(What you will do): The answer must be every line of the records in which the string "index" appears.

(Entries provided):
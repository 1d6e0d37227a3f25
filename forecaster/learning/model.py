"""The fitted model: features of an interval and a threshold in, a probability out.

P(largest height (crest) in the interval >= k Hs | features) is the mean over bags of boosted
trees, in log odds, with k an input: the trees see k and "what the run says less k", and fall in
k by construction (monotone constraints).  A calibration line on the log odds, fitted on seas that
no bag has seen, follows.  A model is arrays and numbers only; reading one runs no code.
"""

from __future__ import annotations

from dataclasses import dataclass

import numpy as np

from forecaster.datatypes import ModelIdentity
from forecaster.errors import FeatureMismatchError, ModelError, ModelIntegrityError
from forecaster.learning.events import CREST_RATIOS, HEIGHT_RATIOS
from forecaster.learning.features import FEATURES

CRITERIA = {"height": HEIGHT_RATIOS, "crest": CREST_RATIOS}
# features, times a factor, from which the threshold is taken; the first is the run's forecast
MARGINS = {
    "height": {
        "run_height": 1.0, "run_height_wide": 1.0, "run_envelope": 1.0, "full_height": 1.0,
        "linear_height": 1.0, "plain_height": 1.0, "plain_height_wide": 1.0, "plain_envelope": 1.0,
        "reach_50": 1.0, "reach_10": 1.0, "reach_1": 1.0, "arriving_short": 1.0,
        "arriving_long": 1.0,
    },
    "crest": {
        "run_crest": 1.0, "run_crest_wide": 1.0, "full_crest": 1.0, "run_envelope": 0.5,
        "reach_50": 0.5, "reach_10": 0.5, "reach_1": 0.5,
    },
}  # fmt: skip
LINE_COVERAGE, LINE_CENTRE = (0.5, 1.0), 0.8  # coverages told apart by the calibration line
_FIELDS = ("feature", "threshold", "left", "right", "value")


def threshold_columns(features, names, criterion, ratios) -> np.ndarray:
    """Inputs of the trees: features, then k, then each margin (feature less k).

    Parameters
    ----------
    features : (n, f) array
    names : tuple of str
    criterion : str
        ``"height"`` or ``"crest"``.
    ratios : (n,) array
        One threshold a row.
    """
    ratios = np.asarray(ratios, np.float32)[:, None]
    margins = MARGINS[criterion]
    used = [name for name in margins if name in names]
    scale = np.array([margins[name] for name in used], np.float32)
    level = features[:, [names.index(name) for name in used]] * scale
    return np.hstack([features, ratios, level - ratios])


def monotone_signs(names, criterion) -> list[int]:
    """Constraint of each column of `threshold_columns`: the probability falls in k."""
    margins = sum(name in names for name in MARGINS[criterion])
    return [0] * len(names) + [-1] + [1] * margins


@dataclass(frozen=True, slots=True, eq=False)
class Trees:
    """Boosted trees of one bag as flat arrays: log odds = base + sum of leaf values.

    Parameters
    ----------
    base : float
    roots : (t,) int array
        First node of each tree.
    feature, left, right : (nodes,) int arrays
        Column tested and the node to go to; a leaf points to itself.
    threshold, value : (nodes,) float32 arrays
        Go left where the column is <= threshold; log odds of a leaf.
    depth : int
        Most steps from a root to a leaf.
    """

    base: float
    roots: np.ndarray
    feature: np.ndarray
    left: np.ndarray
    right: np.ndarray
    threshold: np.ndarray
    value: np.ndarray
    depth: int

    def log_odds(self, columns) -> np.ndarray:
        """(n,) log odds for (n, c) columns."""
        columns = np.ascontiguousarray(columns)
        total = np.full(len(columns), self.base)
        for begin in range(0, len(columns), 512):  # keeps the walk in the processor's cache
            block = columns[begin : begin + 512]
            rows = np.arange(len(block))[:, None]
            node = np.broadcast_to(self.roots, (len(block), self.roots.size))
            for _ in range(self.depth):
                go_left = block[rows, self.feature[node]] <= self.threshold[node]
                node = np.where(go_left, self.left[node], self.right[node])
            total[begin : begin + 512] += self.value[node].sum(axis=1, dtype=float)
        return total


@dataclass(frozen=True, slots=True, eq=False)
class Head:
    """What answers for one criterion.

    Parameters
    ----------
    names : tuple of str
        Features used.
    bags : tuple of Trees
    line : (4,) array
        Calibration of the mean log odds L: coefficients of `line_terms`.
    line_covariance : (4, 4) array
        Of these, seas being independent.
    horizon : (2,) array
        c0, c1 of log(-log(1 - P)) = c0 + c1 log(sum of -log(1 - p)) over the horizon's
        intervals (equal to independence at 0, 1).
    """

    names: tuple[str, ...]
    bags: tuple[Trees, ...]
    line: np.ndarray
    line_covariance: np.ndarray
    horizon: np.ndarray


@dataclass(frozen=True, slots=True, eq=False)
class Probabilities:
    """Calibrated probabilities and the standard error of their log odds, both (n, k)."""

    probability: np.ndarray
    error: np.ndarray


def line_terms(log_odds, coverage) -> np.ndarray:
    """(n, 4) terms 1, L, c, c L of the calibration line of log odds L (n,).

    c is the coverage (n,) within `LINE_COVERAGE`, less 0.8: what a run is worth, and hence how
    far its log odds may be trusted, depends on how much of the sea it has seen.
    """
    c = np.clip(np.asarray(coverage, float), *LINE_COVERAGE) - LINE_CENTRE
    return np.stack([np.ones_like(log_odds), log_odds, c, c * log_odds], axis=-1)


def line_slopes(line) -> np.ndarray:
    """Slopes of a calibration line on the log odds at both ends of `LINE_COVERAGE`."""
    return line[1] + line[3] * (np.array(LINE_COVERAGE) - LINE_CENTRE)


def _expit(x):
    return 0.5 * (1 + np.tanh(0.5 * np.asarray(x)))


def _logit(p):
    return np.log(p) - np.log1p(-p)


@dataclass(frozen=True, slots=True, eq=False)
class Model:
    """A fitted, calibrated model.

    Parameters
    ----------
    identity : ModelIdentity
    heads : dict of str to Head
        By criterion.
    ranges : dict of str to (low, high)
        Of each feature in the seas it was taught on (0.2 and 99.8 % quantiles).
    """

    identity: ModelIdentity
    heads: dict[str, Head]
    ranges: dict[str, tuple[float, float]]

    def intervals(self, features, names, ratios, *, criterion="height") -> Probabilities:
        """P(largest ratio in each interval >= k) for all thresholds.

        Parameters
        ----------
        features : (n, f) array
            Columns `names`, as `features.feature_table` gives.
        names : tuple of str
        ratios : (k,) array
            Within the criterion's range (`CRITERIA`).
        criterion : str

        Returns
        -------
        Probabilities
            (n, k); falls in k.

        Raises
        ------
        ModelError
            If the model has no head for the criterion.
        FeatureMismatchError
            If a feature that it needs is not among `names`.
        """
        if criterion not in self.heads:
            raise ModelError(
                f"the model answers for {', '.join(self.heads)} only, not for {criterion!r}"
            )
        head = self.heads[criterion]
        missing = [name for name in dict.fromkeys((*head.names, "coverage")) if name not in names]
        if missing:
            raise FeatureMismatchError(
                f"the model needs the features {', '.join(missing)}, which were not computed"
            )
        table = np.asarray(features)[:, [names.index(name) for name in head.names]]
        ratios = np.asarray(ratios, float)
        rows = np.repeat(table, ratios.size, axis=0)
        columns = threshold_columns(rows, head.names, criterion, np.tile(ratios, len(table)))
        bags = np.stack([trees.log_odds(columns) for trees in head.bags])
        mean = bags.mean(axis=0)
        spread = bags.std(axis=0, ddof=1)
        coverage = np.repeat(np.asarray(features)[:, names.index("coverage")], ratios.size)
        terms = line_terms(mean, coverage)
        variance = np.einsum("ni,ij,nj->n", terms, head.line_covariance, terms)
        slope = line_terms(mean + 1, coverage) @ head.line - terms @ head.line
        error = np.sqrt((slope * spread) ** 2 + np.maximum(variance, 0.0))
        shape = (len(table), ratios.size)
        probability = _expit(terms @ head.line)
        return Probabilities(probability.reshape(shape), error.reshape(shape))

    def horizon(self, intervals: Probabilities, *, criterion="height") -> Probabilities:
        """P(largest ratio in the whole horizon >= k): (1, k) from the (n, k) of its intervals.

        Intervals are not independent: the link is fitted on calibration seas (`Head.horizon`).
        The error is that of the intervals taken together, as they share the model.
        """
        c0, c1 = self.heads[criterion].horizon
        p = np.clip(intervals.probability, 1e-12, 1 - 1e-9)
        hazard = -np.log1p(-p)
        total = hazard.sum(axis=0)
        joint = -np.expm1(-np.exp(c0 + c1 * np.log(total)))
        # p moves by p(1-p) per unit of log odds, hence the hazard by p
        moved = (p * intervals.error).sum(axis=0) / total * c1
        at_joint = np.clip(joint, 1e-12, 1 - 1e-9)
        # d logit(P) / d log(hazard) = H / P with H the joint hazard
        error = moved * (-np.log1p(-at_joint)) / at_joint
        return Probabilities(joint[None], error[None])


def interval_90(probability, error) -> tuple[np.ndarray, np.ndarray]:
    """90 % interval of a probability whose log odds have standard error `error`.

    >>> low, high = interval_90(0.5, 1.0)
    >>> round(float(low), 3), round(float(high), 3)
    (0.162, 0.838)
    """
    centre = _logit(np.clip(probability, 1e-12, 1 - 1e-12))
    low, high = _expit(centre - 1.645 * error), _expit(centre + 1.645 * error)
    return np.minimum(low, probability), np.maximum(high, probability)


def head_arrays(head: Head, prefix: str) -> dict[str, np.ndarray]:
    """A head as plain arrays for a model file, names beginning with `prefix`."""
    arrays = {
        f"{prefix}_names": np.array(head.names),
        f"{prefix}_line": head.line,
        f"{prefix}_line_covariance": head.line_covariance,
        f"{prefix}_horizon": head.horizon,
    }
    for number, trees in enumerate(head.bags):
        place = f"{prefix}_{number}"
        arrays[f"{place}_shape"] = np.array([trees.base, trees.depth])
        arrays[f"{place}_roots"] = trees.roots.astype(np.int32)
        arrays[f"{place}_feature"] = trees.feature.astype(np.int16)
        node = np.min_scalar_type(trees.feature.size)
        arrays[f"{place}_left"] = trees.left.astype(node)
        arrays[f"{place}_right"] = trees.right.astype(node)
        arrays[f"{place}_threshold"] = trees.threshold.astype(np.float32)
        arrays[f"{place}_value"] = trees.value.astype(np.float32)
    return arrays


def head_from_arrays(arrays: dict[str, np.ndarray], prefix: str) -> Head:
    """The head that `head_arrays` wrote.

    Raises
    ------
    ModelIntegrityError
        For missing arrays, nodes that point outside their tree, or numbers that are not finite.
    FeatureMismatchError
        For features that this version does not compute.
    """
    try:
        names = tuple(str(name) for name in arrays[f"{prefix}_names"])
        line = np.asarray(arrays[f"{prefix}_line"], float).reshape(4)
        covariance = np.asarray(arrays[f"{prefix}_line_covariance"], float).reshape(4, 4)
        horizon = np.asarray(arrays[f"{prefix}_horizon"], float).reshape(2)
        bags = []
        while f"{prefix}_{len(bags)}_shape" in arrays:
            bags.append(_trees_from_arrays(arrays, f"{prefix}_{len(bags)}"))
    except (KeyError, TypeError, ValueError) as error:
        raise ModelIntegrityError(f"the model file lacks or garbles {error}") from error
    unknown = [name for name in names if name not in FEATURES]
    if unknown:
        raise FeatureMismatchError(
            f"the model needs features that this version does not compute: {', '.join(unknown)}"
        )
    columns = len(names) + 1 + sum(name in names for name in MARGINS[prefix])
    for trees in bags:
        if trees.feature.min(initial=0) < 0 or trees.feature.max(initial=0) >= columns:
            raise ModelIntegrityError(f"a tree of the model tests a column beyond {columns}")
    numbers = [*line, *horizon, *covariance.ravel()]
    rising = np.isfinite(numbers).all() and line_slopes(line).min() > 0 and horizon[1] > 0
    if len(bags) < 2 or not rising:
        raise ModelIntegrityError("the model file lacks bags, or its calibration is not usable")
    return Head(names, tuple(bags), line, covariance, horizon)


def _trees_from_arrays(arrays, place):
    base, depth = (float(x) for x in arrays[f"{place}_shape"])
    parts = {name: arrays[f"{place}_{name}"] for name in ("roots", *_FIELDS)}
    nodes = parts["feature"].size
    for name, kinds in {"roots": "iu", "feature": "iu", "left": "iu", "right": "iu",
                        "threshold": "f", "value": "f"}.items():  # fmt: skip
        array = parts[name]
        if array.dtype.kind not in kinds or array.ndim != 1 or array.size == 0:
            raise ModelIntegrityError(
                f"{place}_{name} is {array.dtype} of shape {array.shape}, not a row of numbers"
            )
    for name in ("left", "right", "roots"):
        if parts[name].min() < 0 or parts[name].max() >= nodes:
            raise ModelIntegrityError(f"{place}_{name} points outside its {nodes} nodes")
    sizes = {parts[name].size for name in _FIELDS}
    if sizes != {nodes} or not 1 <= depth <= 64:
        raise ModelIntegrityError(f"{place}: arrays of unequal size, or depth {depth:g} of 1..64")
    # a leaf's threshold is infinite
    if not np.isfinite([base, *parts["value"]]).all() or np.isnan(parts["threshold"]).any():
        raise ModelIntegrityError(f"{place} holds numbers that are not finite")
    return Trees(
        base,
        parts["roots"].astype(np.intp),
        parts["feature"].astype(np.intp),
        parts["left"].astype(np.intp),
        parts["right"].astype(np.intp),
        parts["threshold"],
        parts["value"],
        int(depth),
    )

(Result):
    level = features[:, [names.index(name) for name in used]] * scale
        table = np.asarray(features)[:, [names.index(name) for name in head.names]]
        coverage = np.repeat(np.asarray(features)[:, names.index("coverage")], ratios.size)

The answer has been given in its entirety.